10. The machine-readable medium of claim 8, further comprising instructions to cause the machine to indicate that the cache line in the compute domain cache hierarchy is dirty with respect to a memory by transitioning the state of the cache line to the placeholder state.

11. The machine-readable medium of claim 8, further comprising instructions to cause the machine to enable the I/O agent is to obtain ownership of the cache line in the compute domain cache hierarchy without receipt of contents of the cache line.

12. The machine-readable medium of claim 8, further comprising instructions to cause the machine to receive communications from the I/O agent at the compute domain caching agent via a home agent.

13. The machine-readable medium of claim 8, further comprising instructions to cause the machine to transition a state of the cache line to a placeholder state from one of an invalid state or a modified state.

14. The machine-readable medium of claim 8, further comprising instructions to cause the machine to transition a state of the cache line from the placeholder state to one of an invalid state or a modified state.

15. A system comprising:

an input/output (I/O) domain comprising: an I/O device; an I/O agent coupled to the I/O device; and an I/O domain caching agent coupled to the I/O agent; and

a compute domain coupled to the I/O domain, the compute domain comprising: at least one core; a compute domain cache hierarchy to store data accessible to the at least one core; and a compute domain caching agent to manage operation of the compute domain hierarchy, wherein the compute domain caching agent is to: in response to an ownership request to obtain ownership of a cache line in the compute domain cache hierarchy from the I/O agent, place a cache line in the compute domain cache hierarchy in a placeholder state, the placeholder state to reserve the cache line for performance of a write operation by the I/O agent, write data received from the I/O agent to the cache line in the compute domain cache hierarchy, and transition the state of the cache line out of the placeholder state.

16. The system of claim 15, wherein the compute domain is disposed on a first die and the I/O domain is disposed on a second die.

17. The system of claim 15, further comprising a home agent coupled to the compute domain and to the I/O domain, wherein communications between the I/O domain caching agent and the compute domain caching agent are routed via the home agent.
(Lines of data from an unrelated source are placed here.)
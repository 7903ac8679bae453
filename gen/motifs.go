package gen

import (
	"pgregory.net/rapid"
	"qcheck.dev/qcheck/circuit"
)

// Motifs: short stretches of the structure that rewrite passes look for.
// Each falls back to a single op when the gate set cannot form it.

// sameRun draws 2 to 5 ops that all act within the qubits of the first, the
// input of passes that merge or resynthesize blocks on one or two qubits.
func (b *building) sameRun(t *rapid.T) {
	first := b.op(t, b.anyGate(t), nil)
	on := first.Qubits
	fits := make([]int, len(b.weights))
	for i, ch := range b.choices {
		if ch.qubits <= len(on) {
			fits[i] = ch.weight
		}
	}
	ops := []circuit.Op{first}
	for range 1 + drawBelow(t, 4) {
		ops = append(ops, b.op(t, drawWeighted(t, fits), on))
	}
	b.add(ops...)
}

// inversePair draws an op, up to two ops on other qubits, and the op's exact
// inverse on the same qubits: what cancellation passes remove.
func (b *building) inversePair(t *rapid.T) {
	invertible := make([]int, len(b.weights))
	any := false
	for i, ch := range b.choices {
		if ch.inverse >= 0 {
			invertible[i] = ch.weight
			any = true
		}
	}
	if !any {
		b.add(b.op(t, b.anyGate(t), nil))
		return
	}
	i := drawWeighted(t, invertible)
	first := b.op(t, i, nil)
	var others []int
	for q := range b.qubits {
		if !contains(first.Qubits, q) {
			others = append(others, q)
		}
	}
	fits := make([]int, len(b.weights))
	anyFits := false
	for j, ch := range b.choices {
		if ch.qubits <= len(others) && ch.weight > 0 {
			fits[j] = ch.weight
			anyFits = true
		}
	}
	ops := []circuit.Op{first}
	if anyFits {
		for range drawBelow(t, 3) {
			ops = append(ops, b.op(t, drawWeighted(t, fits), others))
		}
	}
	inv := first.Gate.Inverse()
	if first.Gate.IsCustom() {
		inv = b.choices[b.choices[i].inverse].gate
	}
	ops = append(ops, circuit.Op{Gate: inv, Qubits: append([]int(nil), first.Qubits...)})
	b.add(ops...)
}

// commutingRun draws 2 to 5 diagonal gates on any qubits: they all commute,
// so a pass may reorder or merge them freely.
func (b *building) commutingRun(t *rapid.T) {
	diagonal := make([]int, len(b.weights))
	any := false
	for i, ch := range b.choices {
		if ch.diagonal && ch.weight > 0 {
			diagonal[i] = ch.weight
			any = true
		}
	}
	if !any {
		b.add(b.op(t, b.anyGate(t), nil))
		return
	}
	n := 2 + drawBelow(t, 4)
	ops := make([]circuit.Op, n)
	for k := range ops {
		ops[k] = b.op(t, drawWeighted(t, diagonal), nil)
	}
	b.add(ops...)
}

// repeated draws a block of 1 to 3 ops and writes it two or three times, as
// in unrolled loops and Trotter steps.
func (b *building) repeated(t *rapid.T) {
	block := make([]circuit.Op, 1+drawBelow(t, 3))
	for k := range block {
		block[k] = b.op(t, b.anyGate(t), nil)
	}
	times := 2 + drawBelow(t, 2)
	for range times {
		for _, op := range block {
			b.add(op.Clone())
		}
	}
}

func contains(s []int, x int) bool {
	for _, y := range s {
		if y == x {
			return true
		}
	}
	return false
}
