// Package gen holds rapid generators for testing quantum circuit
// transformations: random circuits that reach the places where compiler bugs
// hide and shrink to something a person can read, exactly distributed random
// unitaries, states and Cliffords, angles, qubit placements and coupling
// graphs.
//
// Every generator is a *rapid.Generator (pgregory.net/rapid), drawn inside a
// property test:
//
//	func TestMergeRotations(t *testing.T) {
//		g := gen.Circuit(gen.Options{Qubits: 4, MaxOps: 40, GateSet: []string{"rz", "rx", "cx", "h"}})
//		rapid.Check(t, func(t *rapid.T) {
//			c := g.Draw(t, "circuit")
//			out, err := mergeRotations(c.Clone())
//			// ... compare out with c
//		})
//	}
//
// # Circuits
//
// Circuit draws circuits configured by Options, whose zero value is useful
// (3 qubits, up to 20 ops, DefaultGateSet). Angles come from Angle, which
// favours the special values 0, ±π/4, ±π/2, ±π, ±2π, ±4π and values a hair
// away from 0, ±π/2, ±π, ±2π, ±4π. Motifs (Options.Motifs) plant the structure rewrite
// passes look for, with the user's gates only: left-hand sides of textbook
// identities and near misses of them, sandwiches (an op, ops sharing its
// qubits in every role, then the op again, its inverse, its operands
// reversed or a sibling gate), runs of gates on the same qubits, runs of
// commuting diagonal gates, repeated blocks. How fast this finds pass bugs
// is measured on a catalogue of nineteen realistic ones (examples/catalogue,
// table in testdata/catalogue/detection.txt). A failing circuit shrinks
// toward fewer ops, lower qubit indices, gates listed earlier in the set and
// special angles; where a motif derived ops from one another rapid can stop
// a few ops short, and package qcheck/shrink finishes the job (qcheck.Search
// uses it).
//
// # Fuzzing
//
// Fuzz turns a property into a go test -fuzz target whose circuits are as
// long as under rapid.Check, with the fuzzer's bytes steering the first
// choices; under rapid.MakeFuzz every choice eats eight bytes of the input,
// and circuits stop after a few ops.
//
// # Exact distributions
//
// Unitary draws Haar-distributed unitaries (QR of a complex Gaussian matrix
// with Mezzadri's phase fix), State Haar-random pure states, Clifford
// circuits uniform over the Clifford group modulo phase (Koenig & Smolin's
// pair-by-pair decomposition). rapid's own integer generators lean toward
// small values on purpose; these samplers draw their randomness without that
// lean, so values drawn inside rapid.Check follow the stated law exactly. The
// package's statistical tests check that on values drawn through rapid, each
// with a false-failure probability of at most 1e-6 per run.
//
// # Compiler helpers
//
// Layout draws a placement of logical qubits on physical ones, Embed places
// a small circuit on some qubits of a wider register, and Coupling draws a
// coupling graph of a given Shape (Line, Ring, Grid) with its qubits numbered
// at random, for routing tests.
//
// # Bad arguments
//
// A generator asked for something impossible (a negative width, an unknown
// gate name) does not panic: each draw fails the test with an error naming
// the argument at fault.
//
// # Conventions
//
// Qubit 0 is the least-significant bit of a basis index, as everywhere in
// qcheck; gate names are the lower-case OpenQASM names of package circuit.
package gen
18. The system of claim 15, wherein the placeholder state comprises temporary ownership of the cache line in the compute domain cache hierarchy by the I/O agent.

19. The system of claim 15, wherein the I/O agent is to obtain ownership of the cache line in the compute domain cache hierarchy without receipt of contents of the cache line.

20. The system of claim 15, wherein the cache line in the compute domain cache hierarchy is in one of a L1 cache, a L2 cache, or a L3 cache.